HOW TO COMPLETE THIS TASK: Under no circumstances alter the records; copy each one exactly.

== Segment start ==

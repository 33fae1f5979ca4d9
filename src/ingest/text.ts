/**
 * Plain text and Markdown documents: line endings, titles, front matter and
 * link targets.
 *
 * @module
 */

/** Longest title kept, in characters (code points); longer ones are cut at a word and end with "…". */
export const TITLE_MAX = 120;

/** `\r\n` and lone `\r` become `\n`. */
export function normalizeNewlines(s: string): string {
  return s.indexOf('\r') === -1 ? s : s.replace(/\r\n?/g, '\n');
}

/**
 * One-line title: white space (including no-break spaces) collapsed, trimmed,
 * and cut to {@link TITLE_MAX} characters — at the last space in the final
 * third when there is one — followed by "…".
 */
export function capTitle(s: string): string {
  // A long line (a one-line ticket is all first line) is cut from a bounded head when that head alone is
  // long enough: the same title as from the whole line, without flattening megabytes of text.
  const head = TITLE_MAX * 8;
  if (s.length > head) {
    const quick = capTitleOf(s.slice(0, head));
    if (quick.cut) return quick.title;
  }
  return capTitleOf(s).title;
}

/** Code units of the code point at `i` (2 for a surrogate pair, else 1), as `Array.from` splits strings. */
function unitsAt(s: string, i: number): number {
  const c = s.charCodeAt(i);
  if (c < 0xd800 || c > 0xdbff || i + 1 >= s.length) return 1;
  const d = s.charCodeAt(i + 1);
  return d >= 0xdc00 && d <= 0xdfff ? 2 : 1;
}

function capTitleOf(s: string): { title: string; cut: boolean } {
  const flat = s.replace(/[\s\u00a0]+/g, ' ').trim();
  // At most TITLE_MAX + 1 code points are ever looked at.
  let end = 0;
  let count = 0;
  while (end < flat.length && count <= TITLE_MAX) {
    end += unitsAt(flat, end);
    count++;
  }
  if (count <= TITLE_MAX) return { title: flat, cut: false };
  let at = 0;
  for (let i = 0; i < TITLE_MAX; i++) {
    at += unitsAt(flat, at);
  }
  let cut = flat.slice(0, at);
  const space = cut.lastIndexOf(' ');
  if (space >= Math.floor((TITLE_MAX * 2) / 3)) cut = cut.slice(0, space);
  return { title: cut.trimEnd() + '…', cut: true };
}

/** The first line with anything but white space, as a title ({@link capTitle}); `''` when there is none. */
export function firstLine(text: string): string {
  let start = 0;
  while (start <= text.length) {
    let end = text.indexOf('\n', start);
    if (end === -1) end = text.length;
    const line = text.slice(start, end);
    if (/[^\s\u00a0]/.test(line)) return capTitle(line);
    start = end + 1;
  }
  return '';
}

/** A plain text document: line endings normalised, outer white space trimmed; title = first non-empty line. */
export function readPlainText(source: string): { text: string; title: string } {
  const text = normalizeNewlines(source).trim();
  return { text, title: firstLine(text) };
}

const FENCE = /^ {0,3}(`{3,}|~{3,})/;
const ATX = /^ {0,3}#{1,6}(?:[ \t]+(.*?))?[ \t]*$/;
const SETEXT_UNDERLINE = /^ {0,3}(?:=+|-+)[ \t]*$/;
// [text](target) and ![alt](target), target without spaces, optional "title".
const LINK = /(!?)\[([^\]\n]*)\]\((?:[^()\s]|\([^()\s]*\))*(?:[ \t]+(?:"[^"\n]*"|'[^'\n]*'))?\)/g;

function cleanHeading(s: string): string {
  return capTitle(s.replace(/\*\*|`/g, ''));
}

/** The first heading (ATX `# x` or setext `x` over `===`/`---`) outside code fences; `''` if none. */
export function markdownHeading(text: string): string {
  const lines = text.split('\n');
  let fence: string | null = null;
  for (let i = 0; i < lines.length; i++) {
    const line = lines[i] as string;
    const f = FENCE.exec(line);
    if (fence !== null) {
      if (f && (f[1] as string)[0] === fence[0] && (f[1] as string).length >= fence.length) fence = null;
      continue;
    }
    if (f) {
      fence = f[1] as string;
      continue;
    }
    const atx = ATX.exec(line);
    if (atx) {
      const content = (atx[1] ?? '').replace(/(?:^|[ \t]+)#+$/, '').trim();
      if (content !== '') return cleanHeading(content);
      continue;
    }
    const next = lines[i + 1];
    if (next !== undefined && line.trim() !== '' && !/^ {4}|^\t/.test(line) && SETEXT_UNDERLINE.test(next)) {
      return cleanHeading(line);
    }
  }
  return '';
}

/**
 * A Markdown document. A leading YAML front matter block (`---` … `---`) is
 * removed from the text, and its `title:` wins as the title. Links and images
 * keep their text (`[a](url)` → `a`, `![alt](src)` → `alt`) so link targets
 * do not become terms. Title otherwise: the first heading, else the first
 * non-empty line.
 */
export function readMarkdown(source: string): { text: string; title: string } {
  let body = normalizeNewlines(source);
  let metaTitle = '';
  const fm = /^---[ \t]*\n([\s\S]*?\n)?(?:---|\.\.\.)[ \t]*(?:\n|$)/.exec(body);
  if (fm) {
    body = body.slice(fm[0].length);
    const t = /^title:[ \t]*(.*)$/m.exec(fm[1] ?? '');
    if (t) metaTitle = capTitle((t[1] as string).trim().replace(/^(["'])(.*)\1$/, '$2'));
  }
  const text = body.replace(LINK, (_m, _bang: string, label: string) => label).trim();
  const title = metaTitle || markdownHeading(text) || firstLine(text);
  return { text, title };
}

== Segment end ==

TASK RESPONSE:
repository 33fae1f5979ca4d9
filename src/ingest/text.ts
/**
 * Plain text and Markdown documents: line endings, titles, front matter and
 * link targets.
 *
 * @module
 */

/** Longest title kept, in characters (code points); longer ones are cut at a word and end with "…". */
export const TITLE_MAX = 120;

/** `\r\n` and lone `\r` become `\n`. */
export function normalizeNewlines(s: string): string {
  return s.indexOf('\r') === -1 ? s : s.replace(/\r\n?/g, '\n');
}

/**
 * One-line title: white space (including no-break spaces) collapsed, trimmed,
 * and cut to {@link TITLE_MAX} characters — at the last space in the final
 * third when there is one — followed by "…".
 */
export function capTitle(s: string): string {
  // A long line (a one-line ticket is all first line) is cut from a bounded head when that head alone is
  // long enough: the same title as from the whole line, without flattening megabytes of text.
  const head = TITLE_MAX * 8;
  if (s.length > head) {
    const quick = capTitleOf(s.slice(0, head));
    if (quick.cut) return quick.title;
  }
  return capTitleOf(s).title;
}

/** Code units of the code point at `i` (2 for a surrogate pair, else 1), as `Array.from` splits strings. */
function unitsAt(s: string, i: number): number {
  const c = s.charCodeAt(i);
  if (c < 0xd800 || c > 0xdbff || i + 1 >= s.length) return 1;
  const d = s.charCodeAt(i + 1);
  return d >= 0xdc00 && d <= 0xdfff ? 2 : 1;
}

function capTitleOf(s: string): { title: string; cut: boolean } {
  const flat = s.replace(/[\s\u00a0]+/g, ' ').trim();
  // At most TITLE_MAX + 1 code points are ever looked at.
  let end = 0;
  let count = 0;
  while (end < flat.length && count <= TITLE_MAX) {
    end += unitsAt(flat, end);
    count++;
  }
  if (count <= TITLE_MAX) return { title: flat, cut: false };
  let at = 0;
  for (let i = 0; i < TITLE_MAX; i++) {
    at += unitsAt(flat, at);
  }
  let cut = flat.slice(0, at);
  const space = cut.lastIndexOf(' ');
  if (space >= Math.floor((TITLE_MAX * 2) / 3)) cut = cut.slice(0, space);
  return { title: cut.trimEnd() + '…', cut: true };
}

/** The first line with anything but white space, as a title ({@link capTitle}); `''` when there is none. */
export function firstLine(text: string): string {
  let start = 0;
  while (start <= text.length) {
    let end = text.indexOf('\n', start);
    if (end === -1) end = text.length;
    const line = text.slice(start, end);
    if (/[^\s\u00a0]/.test(line)) return capTitle(line);
    start = end + 1;
  }
  return '';
}

/** A plain text document: line endings normalised, outer white space trimmed; title = first non-empty line. */
export function readPlainText(source: string): { text: string; title: string } {
  const text = normalizeNewlines(source).trim();
  return { text, title: firstLine(text) };
}

const FENCE = /^ {0,3}(`{3,}|~{3,})/;
const ATX = /^ {0,3}#{1,6}(?:[ \t]+(.*?))?[ \t]*$/;
const SETEXT_UNDERLINE = /^ {0,3}(?:=+|-+)[ \t]*$/;
// [text](target) and ![alt](target), target without spaces, optional "title".
const LINK = /(!?)\[([^\]\n]*)\]\((?:[^()\s]|\([^()\s]*\))*(?:[ \t]+(?:"[^"\n]*"|'[^'\n]*'))?\)/g;

function cleanHeading(s: string): string {
  return capTitle(s.replace(/\*\*|`/g, ''));
}

/** The first heading (ATX `# x` or setext `x` over `===`/`---`) outside code fences; `''` if none. */
export function markdownHeading(text: string): string {
  const lines = text.split('\n');
  let fence: string | null = null;
  for (let i = 0; i < lines.length; i++) {
    const line = lines[i] as string;
    const f = FENCE.exec(line);
    if (fence !== null) {
      if (f && (f[1] as string)[0] === fence[0] && (f[1] as string).length >= fence.length) fence = null;
      continue;
    }
    if (f) {
      fence = f[1] as string;
      continue;
    }
    const atx = ATX.exec(line);
    if (atx) {
      const content = (atx[1] ?? '').replace(/(?:^|[ \t]+)#+$/, '').trim();
      if (content !== '') return cleanHeading(content);
      continue;
    }
    const next = lines[i + 1];
    if (next !== undefined && line.trim() !== '' && !/^ {4}|^\t/.test(line) && SETEXT_UNDERLINE.test(next)) {
      return cleanHeading(line);
    }
  }
  return '';
}

/**
 * A Markdown document. A leading YAML front matter block (`---` … `---`) is
 * removed from the text, and its `title:` wins as the title. Links and images
 * keep their text (`[a](url)` → `a`, `![alt](src)` → `alt`) so link targets
 * do not become terms. Title otherwise: the first heading, else the first
 * non-empty line.
 */
export function readMarkdown(source: string): { text: string; title: string } {
  let body = normalizeNewlines(source);
  let metaTitle = '';
  const fm = /^---[ \t]*\n([\s\S]*?\n)?(?:---|\.\.\.)[ \t]*(?:\n|$)/.exec(body);
  if (fm) {
    body = body.slice(fm[0].length);
    const t = /^title:[ \t]*(.*)$/m.exec(fm[1] ?? '');
    if (t) metaTitle = capTitle((t[1] as string).trim().replace(/^(["'])(.*)\1$/, '$2'));
  }
  const text = body.replace(LINK, (_m, _bang: string, label: string) => label).trim();
  const title = metaTitle || markdownHeading(text) || firstLine(text);
  return { text, title };
}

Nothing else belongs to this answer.